*EXERCISE MATERIAL:*
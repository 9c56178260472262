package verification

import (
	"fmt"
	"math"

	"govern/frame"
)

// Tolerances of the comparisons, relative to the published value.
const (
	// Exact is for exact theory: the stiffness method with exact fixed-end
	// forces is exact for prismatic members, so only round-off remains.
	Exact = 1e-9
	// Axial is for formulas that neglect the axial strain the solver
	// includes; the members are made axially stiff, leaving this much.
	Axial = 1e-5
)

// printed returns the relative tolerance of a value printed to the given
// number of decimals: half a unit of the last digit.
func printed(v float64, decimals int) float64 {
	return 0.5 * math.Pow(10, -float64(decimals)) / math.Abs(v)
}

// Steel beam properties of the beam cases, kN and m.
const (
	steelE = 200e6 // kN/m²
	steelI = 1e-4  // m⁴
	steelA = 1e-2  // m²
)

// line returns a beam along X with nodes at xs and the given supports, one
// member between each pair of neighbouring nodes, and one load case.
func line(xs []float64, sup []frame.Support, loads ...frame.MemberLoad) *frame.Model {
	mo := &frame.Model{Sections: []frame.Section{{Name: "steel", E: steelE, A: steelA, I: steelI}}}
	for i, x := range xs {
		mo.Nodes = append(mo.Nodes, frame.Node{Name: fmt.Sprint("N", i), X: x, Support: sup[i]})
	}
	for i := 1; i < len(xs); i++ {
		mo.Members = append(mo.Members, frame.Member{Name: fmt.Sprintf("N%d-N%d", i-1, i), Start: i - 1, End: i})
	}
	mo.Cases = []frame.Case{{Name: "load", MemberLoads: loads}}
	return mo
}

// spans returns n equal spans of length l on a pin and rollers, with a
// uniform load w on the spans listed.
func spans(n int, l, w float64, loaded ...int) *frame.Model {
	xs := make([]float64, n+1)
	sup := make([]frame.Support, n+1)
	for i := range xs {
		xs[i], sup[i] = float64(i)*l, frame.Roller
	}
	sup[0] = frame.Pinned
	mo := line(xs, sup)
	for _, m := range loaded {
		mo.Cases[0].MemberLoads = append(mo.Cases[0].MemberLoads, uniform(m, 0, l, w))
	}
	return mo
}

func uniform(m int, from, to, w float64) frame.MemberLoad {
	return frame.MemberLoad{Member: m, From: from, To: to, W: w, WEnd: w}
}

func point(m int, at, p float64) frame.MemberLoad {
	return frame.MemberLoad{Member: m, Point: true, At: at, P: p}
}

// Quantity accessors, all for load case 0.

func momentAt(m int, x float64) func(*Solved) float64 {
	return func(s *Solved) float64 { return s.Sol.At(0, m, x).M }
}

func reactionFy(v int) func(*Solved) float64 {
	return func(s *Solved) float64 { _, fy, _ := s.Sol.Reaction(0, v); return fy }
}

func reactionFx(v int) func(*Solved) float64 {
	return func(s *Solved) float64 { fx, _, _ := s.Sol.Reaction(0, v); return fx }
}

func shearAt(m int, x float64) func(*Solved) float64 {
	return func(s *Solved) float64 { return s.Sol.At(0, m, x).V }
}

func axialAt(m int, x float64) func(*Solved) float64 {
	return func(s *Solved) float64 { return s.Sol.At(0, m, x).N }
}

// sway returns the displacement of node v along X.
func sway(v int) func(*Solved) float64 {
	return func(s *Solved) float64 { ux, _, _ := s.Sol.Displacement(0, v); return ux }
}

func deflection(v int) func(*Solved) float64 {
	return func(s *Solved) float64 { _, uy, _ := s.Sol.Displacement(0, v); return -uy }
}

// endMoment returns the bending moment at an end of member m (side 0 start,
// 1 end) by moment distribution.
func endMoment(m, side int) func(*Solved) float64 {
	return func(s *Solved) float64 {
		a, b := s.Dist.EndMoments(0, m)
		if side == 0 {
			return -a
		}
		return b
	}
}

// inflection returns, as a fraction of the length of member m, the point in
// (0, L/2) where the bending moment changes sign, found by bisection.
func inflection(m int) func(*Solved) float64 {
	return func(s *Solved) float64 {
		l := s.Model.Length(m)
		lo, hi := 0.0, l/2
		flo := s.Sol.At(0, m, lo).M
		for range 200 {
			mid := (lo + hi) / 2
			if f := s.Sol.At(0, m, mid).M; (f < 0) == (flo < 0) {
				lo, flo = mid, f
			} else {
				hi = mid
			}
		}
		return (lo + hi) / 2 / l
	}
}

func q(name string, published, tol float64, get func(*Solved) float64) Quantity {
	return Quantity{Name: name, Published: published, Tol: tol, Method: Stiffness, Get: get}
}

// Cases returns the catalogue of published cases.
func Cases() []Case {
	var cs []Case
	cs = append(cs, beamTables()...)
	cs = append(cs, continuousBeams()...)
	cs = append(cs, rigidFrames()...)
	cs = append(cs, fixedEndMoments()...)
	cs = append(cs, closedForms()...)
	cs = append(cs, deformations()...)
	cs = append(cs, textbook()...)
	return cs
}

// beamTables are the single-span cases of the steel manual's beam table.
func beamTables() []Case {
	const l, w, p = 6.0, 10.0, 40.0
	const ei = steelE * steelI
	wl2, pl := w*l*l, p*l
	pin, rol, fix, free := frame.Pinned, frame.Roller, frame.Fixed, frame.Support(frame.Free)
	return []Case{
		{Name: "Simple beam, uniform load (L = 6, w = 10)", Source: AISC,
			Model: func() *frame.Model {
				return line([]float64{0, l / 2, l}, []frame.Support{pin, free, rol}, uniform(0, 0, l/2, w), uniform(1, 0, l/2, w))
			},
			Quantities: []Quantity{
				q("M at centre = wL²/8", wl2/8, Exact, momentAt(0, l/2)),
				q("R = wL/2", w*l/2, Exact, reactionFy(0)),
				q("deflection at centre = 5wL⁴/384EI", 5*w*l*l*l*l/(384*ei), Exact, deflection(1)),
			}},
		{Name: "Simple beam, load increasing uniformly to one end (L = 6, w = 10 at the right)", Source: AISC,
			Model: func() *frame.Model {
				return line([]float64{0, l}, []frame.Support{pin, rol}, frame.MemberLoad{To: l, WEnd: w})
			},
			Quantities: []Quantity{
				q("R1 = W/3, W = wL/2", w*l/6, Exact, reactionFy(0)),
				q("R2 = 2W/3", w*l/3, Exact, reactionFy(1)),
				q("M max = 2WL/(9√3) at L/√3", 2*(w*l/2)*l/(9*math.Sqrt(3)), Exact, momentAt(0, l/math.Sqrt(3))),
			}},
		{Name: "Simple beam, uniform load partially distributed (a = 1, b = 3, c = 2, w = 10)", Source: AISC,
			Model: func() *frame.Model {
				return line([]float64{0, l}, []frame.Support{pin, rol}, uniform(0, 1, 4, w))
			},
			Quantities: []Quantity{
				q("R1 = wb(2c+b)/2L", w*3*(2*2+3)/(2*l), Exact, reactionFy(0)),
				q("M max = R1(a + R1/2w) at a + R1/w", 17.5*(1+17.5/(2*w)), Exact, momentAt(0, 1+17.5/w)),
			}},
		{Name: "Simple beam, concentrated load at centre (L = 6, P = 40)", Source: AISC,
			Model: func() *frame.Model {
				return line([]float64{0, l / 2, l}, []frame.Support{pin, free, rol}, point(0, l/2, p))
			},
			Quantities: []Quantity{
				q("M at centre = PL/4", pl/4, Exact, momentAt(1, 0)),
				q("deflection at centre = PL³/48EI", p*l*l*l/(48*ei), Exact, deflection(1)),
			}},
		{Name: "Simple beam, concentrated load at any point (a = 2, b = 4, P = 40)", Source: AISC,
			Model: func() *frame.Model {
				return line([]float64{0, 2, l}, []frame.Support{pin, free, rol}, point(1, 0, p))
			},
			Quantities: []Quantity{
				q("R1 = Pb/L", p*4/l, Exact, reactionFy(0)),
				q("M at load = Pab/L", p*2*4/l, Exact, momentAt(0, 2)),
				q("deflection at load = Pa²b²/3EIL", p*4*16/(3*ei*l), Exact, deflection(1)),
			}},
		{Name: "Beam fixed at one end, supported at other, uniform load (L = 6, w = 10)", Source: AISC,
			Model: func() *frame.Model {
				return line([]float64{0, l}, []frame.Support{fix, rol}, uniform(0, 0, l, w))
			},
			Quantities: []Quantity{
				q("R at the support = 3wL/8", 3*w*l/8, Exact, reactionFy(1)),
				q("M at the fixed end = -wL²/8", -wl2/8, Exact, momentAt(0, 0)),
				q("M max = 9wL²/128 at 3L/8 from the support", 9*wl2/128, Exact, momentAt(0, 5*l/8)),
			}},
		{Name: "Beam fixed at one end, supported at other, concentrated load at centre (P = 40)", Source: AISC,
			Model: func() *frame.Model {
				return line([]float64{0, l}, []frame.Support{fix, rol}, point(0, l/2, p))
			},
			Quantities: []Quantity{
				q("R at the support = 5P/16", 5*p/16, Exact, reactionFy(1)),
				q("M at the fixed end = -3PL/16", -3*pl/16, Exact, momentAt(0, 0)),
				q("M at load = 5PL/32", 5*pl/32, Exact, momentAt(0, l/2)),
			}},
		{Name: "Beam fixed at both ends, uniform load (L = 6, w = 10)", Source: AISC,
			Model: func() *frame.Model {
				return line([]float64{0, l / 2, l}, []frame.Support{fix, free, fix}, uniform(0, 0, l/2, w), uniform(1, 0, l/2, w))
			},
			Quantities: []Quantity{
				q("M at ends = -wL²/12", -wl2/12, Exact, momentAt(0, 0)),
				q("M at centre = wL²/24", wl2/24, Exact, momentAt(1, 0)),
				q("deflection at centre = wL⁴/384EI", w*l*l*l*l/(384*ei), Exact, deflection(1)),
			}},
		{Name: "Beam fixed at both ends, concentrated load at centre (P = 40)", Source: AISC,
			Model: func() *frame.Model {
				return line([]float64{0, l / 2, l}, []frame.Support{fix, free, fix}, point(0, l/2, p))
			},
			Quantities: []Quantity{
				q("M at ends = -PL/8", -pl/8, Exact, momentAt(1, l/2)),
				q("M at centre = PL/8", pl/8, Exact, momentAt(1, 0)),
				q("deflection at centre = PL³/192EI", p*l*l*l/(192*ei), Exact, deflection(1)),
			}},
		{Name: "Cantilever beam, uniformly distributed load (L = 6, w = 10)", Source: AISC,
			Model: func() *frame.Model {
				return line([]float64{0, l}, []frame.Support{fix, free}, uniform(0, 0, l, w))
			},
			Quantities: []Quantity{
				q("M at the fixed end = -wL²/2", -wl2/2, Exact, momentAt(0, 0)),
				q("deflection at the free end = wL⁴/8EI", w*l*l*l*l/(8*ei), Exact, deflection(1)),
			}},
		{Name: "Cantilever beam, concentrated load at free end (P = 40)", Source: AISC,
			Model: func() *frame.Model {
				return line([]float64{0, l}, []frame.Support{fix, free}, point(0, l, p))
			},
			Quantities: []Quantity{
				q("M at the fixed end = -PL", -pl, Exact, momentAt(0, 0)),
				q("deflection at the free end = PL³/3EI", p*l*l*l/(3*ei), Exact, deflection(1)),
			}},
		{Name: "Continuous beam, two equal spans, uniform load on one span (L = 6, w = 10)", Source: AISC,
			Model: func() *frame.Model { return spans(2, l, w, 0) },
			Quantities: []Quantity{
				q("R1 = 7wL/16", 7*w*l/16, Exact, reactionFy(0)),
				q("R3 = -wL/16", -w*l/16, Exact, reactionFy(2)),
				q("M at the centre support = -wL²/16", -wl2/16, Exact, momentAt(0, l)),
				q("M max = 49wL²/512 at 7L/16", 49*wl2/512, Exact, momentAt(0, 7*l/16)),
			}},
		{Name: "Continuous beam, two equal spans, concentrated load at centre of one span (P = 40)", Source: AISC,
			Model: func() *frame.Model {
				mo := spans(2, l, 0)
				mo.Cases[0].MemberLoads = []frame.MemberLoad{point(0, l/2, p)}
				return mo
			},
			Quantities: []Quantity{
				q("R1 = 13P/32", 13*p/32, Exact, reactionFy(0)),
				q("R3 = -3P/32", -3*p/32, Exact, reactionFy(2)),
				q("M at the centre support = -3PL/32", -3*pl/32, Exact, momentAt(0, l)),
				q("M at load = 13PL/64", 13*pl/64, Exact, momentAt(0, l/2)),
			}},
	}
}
---
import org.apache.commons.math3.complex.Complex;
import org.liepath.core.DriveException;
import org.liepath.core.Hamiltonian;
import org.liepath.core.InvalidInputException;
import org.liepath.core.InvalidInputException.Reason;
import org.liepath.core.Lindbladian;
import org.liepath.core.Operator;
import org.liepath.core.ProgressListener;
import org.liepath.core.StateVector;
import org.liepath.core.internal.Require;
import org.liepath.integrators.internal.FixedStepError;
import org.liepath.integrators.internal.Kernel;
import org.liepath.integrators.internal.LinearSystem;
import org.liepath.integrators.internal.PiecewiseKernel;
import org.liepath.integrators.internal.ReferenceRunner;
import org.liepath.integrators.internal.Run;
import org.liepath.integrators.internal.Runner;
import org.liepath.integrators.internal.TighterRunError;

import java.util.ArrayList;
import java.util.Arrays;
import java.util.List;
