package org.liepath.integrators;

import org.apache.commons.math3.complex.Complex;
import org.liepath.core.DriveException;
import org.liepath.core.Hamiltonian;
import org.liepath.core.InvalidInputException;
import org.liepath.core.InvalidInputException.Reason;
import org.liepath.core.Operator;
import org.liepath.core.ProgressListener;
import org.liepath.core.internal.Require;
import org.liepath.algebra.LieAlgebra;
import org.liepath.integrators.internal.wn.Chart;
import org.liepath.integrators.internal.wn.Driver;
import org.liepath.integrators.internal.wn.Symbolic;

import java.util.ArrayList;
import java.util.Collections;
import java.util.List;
...
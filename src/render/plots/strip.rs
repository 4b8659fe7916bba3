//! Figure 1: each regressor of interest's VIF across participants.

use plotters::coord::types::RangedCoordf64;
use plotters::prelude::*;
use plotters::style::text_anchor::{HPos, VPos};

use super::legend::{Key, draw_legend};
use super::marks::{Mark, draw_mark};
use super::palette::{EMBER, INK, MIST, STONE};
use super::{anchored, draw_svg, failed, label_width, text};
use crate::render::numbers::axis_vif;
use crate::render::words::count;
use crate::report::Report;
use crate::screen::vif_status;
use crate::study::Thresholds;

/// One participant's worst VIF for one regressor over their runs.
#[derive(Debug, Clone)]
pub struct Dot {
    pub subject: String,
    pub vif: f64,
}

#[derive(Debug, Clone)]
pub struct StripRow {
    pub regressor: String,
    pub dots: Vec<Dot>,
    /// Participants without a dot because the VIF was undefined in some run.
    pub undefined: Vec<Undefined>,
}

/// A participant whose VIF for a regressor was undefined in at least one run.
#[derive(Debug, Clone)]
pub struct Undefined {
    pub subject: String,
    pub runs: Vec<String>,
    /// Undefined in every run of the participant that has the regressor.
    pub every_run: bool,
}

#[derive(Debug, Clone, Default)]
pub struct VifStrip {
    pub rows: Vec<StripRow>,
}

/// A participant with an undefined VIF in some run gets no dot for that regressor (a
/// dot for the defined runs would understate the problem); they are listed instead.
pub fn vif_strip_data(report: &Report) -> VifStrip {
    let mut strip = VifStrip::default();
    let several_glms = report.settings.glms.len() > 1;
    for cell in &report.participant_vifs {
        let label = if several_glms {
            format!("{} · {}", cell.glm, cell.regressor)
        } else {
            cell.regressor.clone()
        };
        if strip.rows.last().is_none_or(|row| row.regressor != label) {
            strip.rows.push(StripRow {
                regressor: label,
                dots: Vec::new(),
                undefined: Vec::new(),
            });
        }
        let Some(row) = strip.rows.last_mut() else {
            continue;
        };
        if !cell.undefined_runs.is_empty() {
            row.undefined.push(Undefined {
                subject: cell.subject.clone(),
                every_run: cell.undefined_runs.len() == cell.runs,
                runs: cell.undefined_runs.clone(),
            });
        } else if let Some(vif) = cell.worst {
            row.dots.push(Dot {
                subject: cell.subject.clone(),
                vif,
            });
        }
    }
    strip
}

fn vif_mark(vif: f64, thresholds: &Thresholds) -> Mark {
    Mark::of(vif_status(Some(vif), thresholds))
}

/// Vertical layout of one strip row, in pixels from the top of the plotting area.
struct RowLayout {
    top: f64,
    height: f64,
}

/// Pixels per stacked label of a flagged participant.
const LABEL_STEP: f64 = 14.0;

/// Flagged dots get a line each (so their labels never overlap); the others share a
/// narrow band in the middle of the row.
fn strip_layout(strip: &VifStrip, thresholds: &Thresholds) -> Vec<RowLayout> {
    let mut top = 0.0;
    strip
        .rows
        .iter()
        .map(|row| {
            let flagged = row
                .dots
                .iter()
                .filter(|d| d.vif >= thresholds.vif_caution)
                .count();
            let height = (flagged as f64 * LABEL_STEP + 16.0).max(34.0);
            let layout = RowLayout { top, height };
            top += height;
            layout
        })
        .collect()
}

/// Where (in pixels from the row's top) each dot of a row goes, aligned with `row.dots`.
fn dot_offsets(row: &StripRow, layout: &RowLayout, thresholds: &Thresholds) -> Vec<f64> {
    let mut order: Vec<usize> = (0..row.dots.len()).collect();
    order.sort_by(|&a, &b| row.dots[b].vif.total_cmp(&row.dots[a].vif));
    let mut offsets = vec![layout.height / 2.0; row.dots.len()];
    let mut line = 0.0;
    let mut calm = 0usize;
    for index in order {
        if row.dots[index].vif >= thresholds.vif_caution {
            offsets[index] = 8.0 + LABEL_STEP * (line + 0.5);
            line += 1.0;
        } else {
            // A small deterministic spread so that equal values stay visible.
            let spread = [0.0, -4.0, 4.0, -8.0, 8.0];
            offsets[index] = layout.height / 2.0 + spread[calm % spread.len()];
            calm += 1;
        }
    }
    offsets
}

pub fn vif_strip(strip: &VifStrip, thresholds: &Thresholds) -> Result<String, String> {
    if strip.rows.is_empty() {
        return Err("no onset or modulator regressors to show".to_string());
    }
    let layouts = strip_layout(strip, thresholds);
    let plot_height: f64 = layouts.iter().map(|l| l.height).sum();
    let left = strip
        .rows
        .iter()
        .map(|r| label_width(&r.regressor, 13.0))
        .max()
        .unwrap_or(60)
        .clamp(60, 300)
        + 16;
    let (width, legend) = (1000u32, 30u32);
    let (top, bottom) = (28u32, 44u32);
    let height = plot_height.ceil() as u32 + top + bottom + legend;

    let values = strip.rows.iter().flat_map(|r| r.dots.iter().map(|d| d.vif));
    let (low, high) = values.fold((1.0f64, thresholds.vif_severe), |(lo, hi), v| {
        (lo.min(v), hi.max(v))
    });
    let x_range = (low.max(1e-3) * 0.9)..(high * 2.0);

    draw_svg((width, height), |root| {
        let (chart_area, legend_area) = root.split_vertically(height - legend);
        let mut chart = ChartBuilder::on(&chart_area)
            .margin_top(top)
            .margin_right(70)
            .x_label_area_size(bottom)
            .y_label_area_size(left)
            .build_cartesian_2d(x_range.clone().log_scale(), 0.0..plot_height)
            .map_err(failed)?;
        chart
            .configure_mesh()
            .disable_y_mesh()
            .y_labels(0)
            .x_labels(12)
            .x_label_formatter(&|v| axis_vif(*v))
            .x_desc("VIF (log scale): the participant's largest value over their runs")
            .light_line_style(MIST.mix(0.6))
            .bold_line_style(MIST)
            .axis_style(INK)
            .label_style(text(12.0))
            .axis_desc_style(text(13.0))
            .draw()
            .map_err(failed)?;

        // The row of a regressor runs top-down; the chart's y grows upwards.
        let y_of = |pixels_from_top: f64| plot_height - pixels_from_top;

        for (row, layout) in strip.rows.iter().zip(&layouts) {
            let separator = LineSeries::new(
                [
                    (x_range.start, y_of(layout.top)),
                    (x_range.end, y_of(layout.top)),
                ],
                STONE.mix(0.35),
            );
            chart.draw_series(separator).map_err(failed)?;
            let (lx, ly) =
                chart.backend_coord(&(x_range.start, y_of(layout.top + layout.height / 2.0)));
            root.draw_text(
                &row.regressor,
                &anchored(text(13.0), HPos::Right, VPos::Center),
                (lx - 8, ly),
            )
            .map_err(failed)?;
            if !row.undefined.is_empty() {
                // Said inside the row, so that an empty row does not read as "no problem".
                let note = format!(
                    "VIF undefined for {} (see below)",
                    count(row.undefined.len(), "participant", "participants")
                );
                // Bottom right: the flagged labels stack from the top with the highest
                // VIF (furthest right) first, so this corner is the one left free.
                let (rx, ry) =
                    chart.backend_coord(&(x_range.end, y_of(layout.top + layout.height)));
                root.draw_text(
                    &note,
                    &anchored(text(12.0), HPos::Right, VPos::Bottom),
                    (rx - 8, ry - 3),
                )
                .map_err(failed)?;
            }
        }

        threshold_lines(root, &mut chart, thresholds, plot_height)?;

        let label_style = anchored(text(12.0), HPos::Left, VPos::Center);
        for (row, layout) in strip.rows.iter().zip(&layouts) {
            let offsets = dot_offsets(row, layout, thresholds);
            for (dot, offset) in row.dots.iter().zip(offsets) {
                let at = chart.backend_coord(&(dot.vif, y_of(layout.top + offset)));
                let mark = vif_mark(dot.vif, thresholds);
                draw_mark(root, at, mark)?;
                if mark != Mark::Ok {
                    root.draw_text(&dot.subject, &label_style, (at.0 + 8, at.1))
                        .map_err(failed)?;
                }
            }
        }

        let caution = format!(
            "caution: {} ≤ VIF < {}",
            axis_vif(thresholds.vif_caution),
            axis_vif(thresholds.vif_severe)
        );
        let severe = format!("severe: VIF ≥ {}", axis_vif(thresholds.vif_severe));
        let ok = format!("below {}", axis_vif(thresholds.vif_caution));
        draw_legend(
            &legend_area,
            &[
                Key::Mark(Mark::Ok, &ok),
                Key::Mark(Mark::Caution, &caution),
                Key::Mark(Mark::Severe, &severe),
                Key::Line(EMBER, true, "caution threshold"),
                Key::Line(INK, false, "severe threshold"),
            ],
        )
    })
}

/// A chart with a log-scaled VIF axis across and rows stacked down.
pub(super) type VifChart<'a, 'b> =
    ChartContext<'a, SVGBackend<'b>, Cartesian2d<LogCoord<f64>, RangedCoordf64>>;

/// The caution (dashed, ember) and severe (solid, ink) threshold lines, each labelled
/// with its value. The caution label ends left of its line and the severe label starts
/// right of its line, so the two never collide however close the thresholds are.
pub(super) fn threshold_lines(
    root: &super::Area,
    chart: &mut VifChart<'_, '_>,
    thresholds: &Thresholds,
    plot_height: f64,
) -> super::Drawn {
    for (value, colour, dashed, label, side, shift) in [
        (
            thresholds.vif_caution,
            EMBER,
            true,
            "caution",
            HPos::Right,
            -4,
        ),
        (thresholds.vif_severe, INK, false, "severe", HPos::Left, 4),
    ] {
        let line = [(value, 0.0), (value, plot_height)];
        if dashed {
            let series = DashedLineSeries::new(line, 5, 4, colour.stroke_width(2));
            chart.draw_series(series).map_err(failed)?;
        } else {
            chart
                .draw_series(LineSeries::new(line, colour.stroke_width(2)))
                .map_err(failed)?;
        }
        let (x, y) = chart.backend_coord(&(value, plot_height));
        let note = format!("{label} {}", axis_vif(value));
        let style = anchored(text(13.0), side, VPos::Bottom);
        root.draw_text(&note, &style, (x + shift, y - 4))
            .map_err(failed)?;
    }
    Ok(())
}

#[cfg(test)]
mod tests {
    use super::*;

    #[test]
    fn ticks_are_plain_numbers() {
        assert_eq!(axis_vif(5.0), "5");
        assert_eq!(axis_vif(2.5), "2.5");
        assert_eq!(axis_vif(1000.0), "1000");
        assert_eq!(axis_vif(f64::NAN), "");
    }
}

*WHAT YOU WILL DO:*
Extract each line from the entries above that contains the string "relative".

*RESPONSE TO THE EXERCISE:*
// Tolerances of the comparisons, relative to the published value.
// printed returns the relative tolerance of a value printed to the given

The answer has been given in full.